Astronomers have found evidence of collisions between planets in a young planetary system 95 light years from Earth.
Based on the Analytics, the unusual dust around the young 23-million-year-old star HD 172555 is the result of a planet impact so violent that one of the bodies in question lost its atmosphere, at least in part. reach o Scientific alert.
When a star forms from a mass of dust and gas in a molecular cloud, a massive disk of material forms around it, feeding the growing star.
This record goes through a transformation, probably before Even from the star They finished their growth. Within them, several larger and larger bodies collide and merge with each other, eventually gaining enough mass for dissimilar nuclei to settle at their center, eventually turning into planets. However, not everything young planets Survive these relics.
These collisions are very common during the formation of a planetary system. In fact, they seem to play an important role in the way the planets grow, as well as in the final structure of this system.
The star HD 172555 has long been considered a bit exotic. The dust swirling around it contains an unusual amount of silica and solid silicon monoxide, and dust grains much smaller than average.

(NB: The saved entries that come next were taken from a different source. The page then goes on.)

// Products of long sequences of matrices ("words"): the interface every braid-word computation goes through.
// Letters are given in application order: the result is letters.back() * ... * letters.front() * start.
// Implementations may use product trees, integer-polynomial kernels, modular images and ball arithmetic;
// every function here returns exactly what its naive definition says (tests compare against that).
//
// Engines (src/linalg/word_product.cpp):
//  * exact: letters are converted once per distinct pointer to integer-polynomial matrices (PolyMatrix, common
//    denominator, one part per radical mask); runs of one letter are binary powers, a periodic word w^q u is
//    computed as P(u) * P(w)^q, repeated subtrees are computed once, and the rest is a balanced product tree
//    (bit sizes of the two factors stay equal, so big-integer multiplication is used where it is fast).
//    word_product_columns on a big space (dimension well above the number of columns) instead applies the
//    letters one by one to the columns only, visiting only the nonzero entries of each generator.
//  * ball: see word_product_ball below.
//  * modular images: linalg/modular.hpp.
#pragma once
#include <cstdint>
#include <string>
#include <unordered_map>
#include <vector>

#include "zetabraid/linalg/matrix.hpp"

namespace zb {

/// A word of matrices as the engines take it: the distinct letters once (by pointer, in order of first use) and the
/// word as a tree of sequences whose items are a letter or a sub-sequence, repeated `repeat` >= 1 times (powers
/// the user wrote, runs of one letter). Built once: de-duplication, run merging and (in finish) the shape checks
/// happen here, so the engines never rediscover them. Sequence 0 is the whole word; groups refer only to later
/// sequences; no sequence is empty except sequence 0 of the empty word.
class IndexedWord {
 public:
  struct Item {
    std::uint32_t index = 0;  ///< letter index (letters()) or sequence index (group)
    bool group = false;
    std::uint64_t repeat = 1;
  };
  IndexedWord();
  /// A flat word (runs of one pointer merged into repeats); finished.
  static IndexedWord from_letters(const std::vector<const Matrix*>& letters);

  const std::vector<const Matrix*>& letters() const { return letters_; }
  const std::vector<std::vector<Item>>& sequences() const { return seqs_; }
  /// Letters after expanding every repeat (saturates at SIZE_MAX); of sequence s: length(s).
  size_t length() const { return lengths_[0]; }
  size_t length(std::uint32_t s) const { return lengths_[s]; }
  bool empty() const { return lengths_[0] == 0; }
  /// Columns of the first letter and rows of the last (the product's shape is rows() x cols()); 0 when empty.
  size_t cols() const { return cols_; }
  size_t rows() const { return rows_; }
  /// Calls f(letter index) for every letter in application order, repeats expanded.
  template <class F>
  void for_each(F&& f) const {
    walk(0, f);
  }
  /// Letter indices (resp. pointers) in application order, repeats expanded.
  std::vector<std::uint32_t> expand() const;
  std::vector<const Matrix*> expand_pointers() const;

  // Building.
  /// Index of m among the letters (added when new).
  std::uint32_t letter(const Matrix* m);
  std::uint32_t add_sequence();
  /// Appends letter `index` repeated `repeat` times (merged with a run of the same letter just before it).
  void append_letter(std::uint32_t seq, std::uint32_t index, std::uint64_t repeat = 1);
  void append_group(std::uint32_t seq, std::uint32_t group, std::uint64_t repeat);
  /// Checks that the letters compose (one field; columns of each letter = rows of the one before; repeated groups
  /// square; MathError otherwise) and computes the lengths. Builders call it last.
  void finish();

 private:
  template <class F>
  void walk(std::uint32_t s, F& f) const {
    for (const Item& it : seqs_[s])
      for (std::uint64_t r = 0; r < it.repeat; ++r) {
        if (it.group) walk(it.index, f);
        else f(it.index);
      }
  }
  std::vector<const Matrix*> letters_;
  std::unordered_map<const Matrix*, std::uint32_t> index_;
  std::vector<std::vector<Item>> seqs_;
  std::vector<size_t> lengths_;
  size_t rows_ = 0, cols_ = 0;
};

/// The int64 sparse-letter kernels (src/linalg/sparse_kernel.cpp), as named variants with one dispatcher:
///  * kEntries: entry by entry over each letter's multiplication matrices (the reference);
///  * kPortable: the row program (+1 / -1 / other multipliers per destination row) in plain C++;
///  * kAvx2: the row program, 4 columns per 256-bit vector (two vectors per pass);
///  * kAvx512: the row program, 8 columns per 512-bit vector.
/// kAuto picks kAvx512, else kAvx2, else kPortable, by what the processor supports. All give identical results.
enum class LetterKernel { kAuto, kEntries, kPortable, kAvx2, kAvx512 };
/// "auto", "entries", "portable", "avx2", "avx512".
const char* letter_kernel_name(LetterKernel k);
/// Inverse of letter_kernel_name; false for an unknown name.
bool letter_kernel_from_name(const std::string& name, LetterKernel* out);
/// Whether the processor (and this build) can run the variant (kAuto, kEntries and kPortable always can).
bool letter_kernel_available(LetterKernel k);
/// The variant that runs for k: kAuto resolved for this processor, others as they are.
LetterKernel letter_kernel_resolve(LetterKernel k);

struct ProductOptions {
  /// Worker threads for the product tree (1 = none). Results are identical at any thread count.
  int threads = 1;
  /// word_product_columns: apply letters column-wise (sparse) when dimension > columns_ratio * columns and
  /// dimension > columns_min_dimension; otherwise product tree then multiply the start.
  size_t columns_ratio = 4;
  size_t columns_min_dimension = 24;
  /// Detect runs / periodic words and compute the repeated part once (off only for tests and measurements).
  bool share_repeats = true;
  /// Use the int64 sparse-letter kernel (integral letters, <= 4 radicands) for blocks of letters while a
  /// rigorous coefficient bound stays below 2^62 (off only for tests and measurements).
  bool small_kernel = true;
  /// Which int64 letter kernel runs (a forced variant the processor lacks: MathError when it is first used).
  LetterKernel kernel = LetterKernel::kAuto;
  /// word_product_columns: once coefficients are long, apply int64 block products of letters instead of single
  /// letters (off only for tests and measurements).
  bool column_blocks = true;
  /// Switch to blocks at this many limbs per coefficient (-1: automatic, when dimension < columns * (2 + limbs)).
  long column_block_limbs = -1;
};

/// Exact product L_n ... L_1 (application order). Shapes must compose. On an IndexedWord, every repeated group
/// is computed once and raised to its power by binary powering; flat stretches go through int64 blocks and the
/// product tree. The overloads on pointer lists build the IndexedWord first.
Matrix word_product(const IndexedWord& word, const ProductOptions& opt = {});
Matrix word_product(const std::vector<const Matrix*>& letters);
Matrix word_product(const std::vector<const Matrix*>& letters, const ProductOptions& opt);

/// Exact L_n ... L_1 * start: only the columns of `start` are propagated (cheap for few columns).
Matrix word_product_columns(const IndexedWord& word, const Matrix& start, const ProductOptions& opt = {});
Matrix word_product_columns(const std::vector<const Matrix*>& letters, const Matrix& start);
Matrix word_product_columns(const std::vector<const Matrix*>& letters, const Matrix& start, const ProductOptions& opt);

/// Straightforward left-to-right exact product (the reference the fast engines are tested against).
Matrix word_product_naive(const std::vector<const Matrix*>& letters, const Matrix& start);

/// Ball enclosure of L_n ... L_1 * start at working precision prec (start may be an identity).
/// `out` is initialised by the caller with shape (rows of L_n) x (cols of start).
/// Every entry of `out` contains the exact entry (rigorous). Two methods (BallMethod):
///  * tree: a balanced product tree of acb_mat products (radius growth ~ polynomial in the word length instead of
///    exponential left to right, since every level multiplies balls of similar size);
///  * columns: the columns are propagated one letter at a time as exact midpoints plus one rigorous 2-norm error
///    bound per column, e' = nu(L) e + ||rad(L * mid)||_2, with nu(L) >= ||L||_2 bounded rigorously from the ball
///    of L^* L (sqrt of its max absolute row sum) or the Frobenius norm. For unitary letters nu ~ 1 + 2^-prec, so
///    the bound grows only linearly in the word length (~log2(length) bits lost); cost nnz(L) * columns per letter.
/// kAuto (the default here): columns when the dimension exceeds 8 or every letter has nu <= 1 + 2^-10, else tree.
void word_product_ball(acb_mat_t out, const std::vector<const Matrix*>& letters, const Matrix& start, long prec);

/// kColumns at a working precision <= 112 first tries midpoints in 128-bit fixed point (value X * 2^-112, one
/// truncation per real product, rigorous error recurrence; see word_product_ball.cpp) and falls back to arb
/// balls when a magnitude guard fails; kColumnsArb always uses arb balls (measurements, tests).
enum class BallMethod { kAuto, kTree, kColumns, kColumnsArb };

struct BallOptions {
  /// Wanted absolute accuracy: every entry's radius <= 2^-target_bits (bits of accuracy kept).
  long target_bits = 64;
  long max_precision = 1 << 16;
  BallMethod method = BallMethod::kAuto;
  int threads = 1;
};

struct BallReport {
  long precision = 0;      ///< working precision of the last (returned) run
  long accuracy_bits = 0;  ///< -log2(largest radius), i.e. absolute bits kept (ARF_PREC_EXACT-like when exact)
  long relative_bits = 0;  ///< acb_mat relative accuracy: min over nonzero entries of acb_rel_accuracy_bits
  bool reached = false;    ///< accuracy_bits >= target_bits
  int runs = 0;
};

/// Adaptive version: picks a starting precision from the word length, reruns at higher precision until every
/// radius is <= 2^-target_bits (or max_precision is reached: then reached = false). Same enclosure guarantee.
BallReport word_product_ball_adaptive(acb_mat_t out, const std::vector<const Matrix*>& letters, const Matrix& start,
                                      const BallOptions& opt);
/// Same with a fixed precision and explicit method (measurements, tests).
void word_product_ball(acb_mat_t out, const std::vector<const Matrix*>& letters, const Matrix& start, long prec,
                       BallMethod method, int threads = 1);
/// The ball engines on an IndexedWord (the letters are expanded in application order).
void word_product_ball(acb_mat_t out, const IndexedWord& word, const Matrix& start, long prec, BallMethod method,
                       int threads = 1);
BallReport word_product_ball_adaptive(acb_mat_t out, const IndexedWord& word, const Matrix& start,
                                      const BallOptions& opt);

/// Absolute and relative accuracy of a ball matrix (as in BallReport).
long ball_matrix_accuracy_bits(const acb_mat_t m);
long ball_matrix_relative_bits(const acb_mat_t m);

}  // namespace zb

Star formation HH 212 in the constellation Orion
Upon closer examination, the scientists found that there was a lot of carbon monoxide orbiting the star at a distance of very close to ten astronomical units. However, at that distance, the gas must have been decomposed by stellar radiation, so an explanation was needed for the gas not having decomposed yet.
The most likely hypothesis is that a massive effect occurred. You are Astronomers were able Even a reproduction of the event under study: At least 200,000 years ago – which is recent enough that carbon monoxide has not had time to decay – a rocky Earth-sized planet was flattened by a smaller body at a speed of ten kilometers per second.
This effect would have been so violent that it would have caused at least part of the planet’s rocky atmosphere to explode. Thus, the presence of carbon monoxide and silica-rich dust can be explained.
The results of this research provide new tools for the scientific community to be able to determine when giant impacts like those described have occurred. If large amounts of carbon monoxide are found in places they shouldn’t be around a star, it could be a sign that something violent and destructive happened during the formation of your planetary system.